FORM OF AMENDMENT TO THIRD AMENDED AND RESTATED SHAREHOLDERS AND NOTEHOLDERS AGREEMENT

Contract Categories: Business Finance - Shareholders Agreements
EX-10.61 7 dex1061.htm EXHIBIT 10.61 EXHIBIT 10.61

EXHIBIT 10.61

 

FORM OF AMENDMENT TO THIRD AMENDED AND RESTATED SHAREHOLDERS AND

NOTEHOLDERS AGREEMENT

 

The first paragraph of Section 5.1 of the Noteholders Agreement is amended and restated to read as follows:

 

Investor Approval Rights. For so long as an aggregate of at least 50% of the original aggregate principal amount of the Notes at maturity continues to be held by the Note Investors, the affirmative vote or consent of Note Investors holding greater than 50% of the aggregate principal amount at maturity of the then outstanding Notes held by Note Investors, voting as a separate class, will be required for the following actions:”

 

Section 5.1(i)(a) of the Noteholders Agreement is amended by changing the reference to “75%” to “50%.”

 

Section 7.3 of the Noteholders Agreement is amended and restated to read as follows:

 

Amendment.

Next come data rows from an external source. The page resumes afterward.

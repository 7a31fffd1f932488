import { and, asc, eq } from 'drizzle-orm';
import {
  compareOutlets,
  equipmentIssues,
  maintenanceDueOn,
  type EquipmentItem,
  type equipmentInput,
  type equipmentPatch,
} from '@shared/schemas/equipment';
import type { z } from 'zod';
import type { Db } from '../db/client';
import { equipment } from '../db/schema/index';
import { notFound } from '../lib/http-error';
import { findTankFor } from '../policy/index';
import type { Actor } from './actors';
import { invalidFields } from './tanks';

type EquipmentRow = typeof equipment.$inferSelect;

function itemOf(row: EquipmentRow): EquipmentItem {
  return {
    id: row.id,
    tankId: row.tankId,
    kind: row.kind,
    description: row.description,
    installedOn: row.installedOn,
    maintenanceIntervalDays: row.maintenanceIntervalDays,
    lastServicedOn: row.lastServicedOn,
    maintenanceDueOn: maintenanceDueOn(row),
    powerBoard: row.powerBoard,
    outlet: row.outlet,
    notes: row.notes,
  };
}

/** Board by board, outlet by outlet, so the list reads like the labels under the cabinet. */
function byBoardAndOutlet(a: EquipmentItem, b: EquipmentItem): number {
  if ((a.powerBoard === null) !== (b.powerBoard === null)) return a.powerBoard === null ? 1 : -1;
  return (
    compareOutlets(a.powerBoard, b.powerBoard) ||
    compareOutlets(a.outlet, b.outlet) ||
    a.description.localeCompare(b.description, 'en')
  );
}

export async function listEquipment(db: Db, actor: Actor, tankId: string): Promise<EquipmentItem[]> {
  const tank = await findTankFor(db, actor, tankId, 'read');
  const rows = await db
    .select()
    .from(equipment)
    .where(eq(equipment.tankId, tank.id))
    .orderBy(asc(equipment.id));
  return rows.map(itemOf).sort(byBoardAndOutlet);
}

async function findEquipmentIn(db: Db, tankId: string, equipmentId: string): Promise<EquipmentRow> {
  const [row] = await db
    .select()
    .from(equipment)
    .where(and(eq(equipment.id, equipmentId), eq(equipment.tankId, tankId)));
  if (!row) throw notFound('equipment');
  return row;
}

export async function getEquipment(db: Db, actor: Actor, tankId: string, equipmentId: string) {
  const tank = await findTankFor(db, actor, tankId, 'read');
  return itemOf(await findEquipmentIn(db, tank.id, equipmentId));
}

export async function createEquipment(
  db: Db,
  actor: Actor,
  tankId: string,
  input: z.output<typeof equipmentInput>,
): Promise<EquipmentItem> {
  const tank = await findTankFor(db, actor, tankId, 'write');
  const [row] = await db
    .insert(equipment)
    .values({
      companyId: tank.companyId,
      tankId: tank.id,
      kind: input.kind,
      description: input.description,
      installedOn: input.installedOn ?? null,
      maintenanceIntervalDays: input.maintenanceIntervalDays ?? null,
      lastServicedOn: input.lastServicedOn ?? null,
      powerBoard: input.powerBoard ?? null,
      outlet: input.outlet ?? null,
      notes: input.notes ?? null,
    })
    .returning();
  return itemOf(row!);
}

export async function updateEquipment(
  db: Db,
  actor: Actor,
  tankId: string,
  equipmentId: string,
  input: z.output<typeof equipmentPatch>,
): Promise<EquipmentItem> {
  const tank = await findTankFor(db, actor, tankId, 'write');
  const existing = await findEquipmentIn(db, tank.id, equipmentId);
  const changes = Object.fromEntries(Object.entries(input).filter(([, value]) => value !== undefined));
  // Rules across fields hold for the row as it will be, not only for the fields sent.
  const issues = equipmentIssues({ ...existing, ...changes });
  if (issues.length > 0) {
    throw invalidFields(issues.map((issue) => ({ path: `body.${issue.path}`, message: issue.message })));
  }
  if (Object.keys(changes).length === 0) return itemOf(existing);
  const [row] = await db.update(equipment).set(changes).where(eq(equipment.id, existing.id)).returning();
  return itemOf(row!);
}

export async function deleteEquipment(
  db: Db,
  actor: Actor,
  tankId: string,
  equipmentId: string,
): Promise<void> {
  const tank = await findTankFor(db, actor, tankId, 'write');
  const existing = await findEquipmentIn(db, tank.id, equipmentId);
  await db.delete(equipment).where(eq(equipment.id, existing.id));
}
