import { eq, sql } from 'drizzle-orm';
import type { ParameterKey } from '@shared/parameters/keys';
import { checkStoredValue } from '@shared/parameters/units';
import {
  deviceReadingInput,
  maxDeviceBatch,
  type IngestRejectionReason,
  type IngestResult,
} from '@shared/schemas/readings';
import type { AppDeps } from '../deps';
import { devices, readings, tanks } from '../db/schema/index';
import { HttpError, notFound } from '../lib/http-error';
import type { DeviceIdentity } from './devices';
import { commitReadings, tankExistsFrom, timeProblem, timeProblemMessage } from './readings';

type NewReading = typeof readings.$inferInsert;

function shapeReason(path: PropertyKey | undefined): IngestRejectionReason {
  if (path === 'parameter') return 'unknown-parameter';
  if (path === 'unit') return 'unknown-unit';
  return 'invalid';
}

/**
 * Stores a device's batch. Each reading is judged on its own: bad ones are listed by index and
 * reason while the good ones are kept. Re-sending is harmless: duplicates inside the batch are
 * dropped first, and the unique index on (device, parameter, measured_at) with ON CONFLICT DO
 * NOTHING drops the ones already stored, also against a concurrent request with the same
 * readings. The new readings' alerts are raised after the commit, before this returns.
 */
export async function ingestReadings(
  deps: AppDeps,
  device: DeviceIdentity,
  batch: readonly unknown[],
): Promise<IngestResult> {
  if (batch.length > maxDeviceBatch) {
    throw new HttpError(413, 'batch_too_large', `Send at most ${maxDeviceBatch} readings per request.`);
  }
  const now = deps.clock();
  const [tank] = await deps.db
    .select({ createdAt: tanks.createdAt, setUpOn: tanks.setUpOn })
    .from(tanks)
    .where(eq(tanks.id, device.tankId));
  if (!tank) throw notFound('tank');
  const existsFrom = tankExistsFrom(tank);

  const rejected: IngestResult['rejected'] = [];
  const seen = new Set<string>();
  const rows: NewReading[] = [];
  let duplicate = 0;
  batch.forEach((raw, index) => {
    const parsed = deviceReadingInput.safeParse(raw);
    if (!parsed.success) {
      const issue = parsed.error.issues[0]!;
      const field = issue.path[0];
      rejected.push({
        index,
        reason: shapeReason(field),
        message: field === undefined ? issue.message : `${String(field)}: ${issue.message}`,
      });
      return;
    }
    const reading = parsed.data;
    const measuredAt = new Date(reading.measuredAt);
    const problem = timeProblem(measuredAt, existsFrom, now);
    if (problem) {
      rejected.push({ index, reason: problem, message: timeProblemMessage(problem, existsFrom) });
      return;
    }
    const stored = checkStoredValue(reading.parameter, reading.value, reading.unit);
    if (!stored.ok) {
      rejected.push({
        index,
        reason: stored.field === 'unit' ? 'unknown-unit' : 'implausible',
        message: stored.message,
      });
      return;
    }
    // Times are kept to the millisecond, so two readings that differ by less are one reading.
    const key = `${reading.parameter}@${measuredAt.getTime()}`;
    if (seen.has(key)) {
      duplicate += 1;
      return;
    }
    seen.add(key);
    rows.push({
      companyId: device.companyId,
      tankId: device.tankId,
      parameter: reading.parameter,
      value: stored.value,
      enteredValue: reading.value,
      enteredUnit: reading.unit,
      measuredAt,
      source: 'device',
      deviceId: device.id,
    });
  });

  const accepted = await commitReadings(deps, device.tankId, async (tx) => {
    const inserted: Array<{ parameter: ParameterKey; value: number; measuredAt: Date; source: 'device' }> =
      [];
    if (rows.length > 0) {
      const saved = await tx
        .insert(readings)
        .values(rows)
        .onConflictDoNothing({
          target: [readings.deviceId, readings.parameter, readings.measuredAt],
          where: sql`${readings.deviceId} is not null`,
        })
        .returning({ parameter: readings.parameter, value: readings.value, measuredAt: readings.measuredAt });
      inserted.push(...saved.map((row) => ({ ...row, source: 'device' as const })));
    }
    await tx.update(devices).set({ lastSeenAt: now }).where(eq(devices.id, device.id));
    return { stored: inserted, result: inserted.length };
  });
  return { accepted, duplicate: duplicate + rows.length - accepted, rejected };
}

Any term of this Agreement may be amended only with the written consent of (a) the Company, (b) Investors holding, (i) in the case of amendments to provisions of this Agreement generally, 50% of the aggregate of the Common Stock Deemed Outstanding held by Investors, and (ii) in the case of any non-material change or technical correction of this Agreement, a majority of the aggregate of the Common Stock Deemed Outstanding held by Investors, (c) in the case of amendments to Section 6.1 or 6.2(a) of this Agreement, in addition to the consents listed in clauses (a) and (b) of this Section, at least 66-2/3% of the aggregate of the Common Stock Deemed Outstanding held by Series C Investors, (d) in the case of amendments to Section 6.1 or 6.2(b) of this Agreement, in addition to the consents listed in clauses (a) and (b) of this Section, at least 50% of the aggregate principal amount at maturity of the then outstanding Notes, and (e) in the case of amendments to Section 5.1 of this Agreement, in addition to the consents listed in clauses (a) and (b) of this Section, greater than 50% of the aggregate principal amount at maturity of the then outstanding Notes held by the Note Investors; provided, however, that in the event the rights, preferences or obligations hereunder of one or more Investors are being amended in a manner that is materially adverse to such Investors and in a manner that is different from those of other Investors, such rights, preferences or obligations may be so amended only with the consent of the Investors holding at least 50% in the aggregate of the Common Stock Deemed Outstanding held by Investors whose rights, preferences or obligations are being materially adversely amended in such different manner. Any amendment effected in accordance with this Section 7.3 shall be binding upon each Investor and the Company.”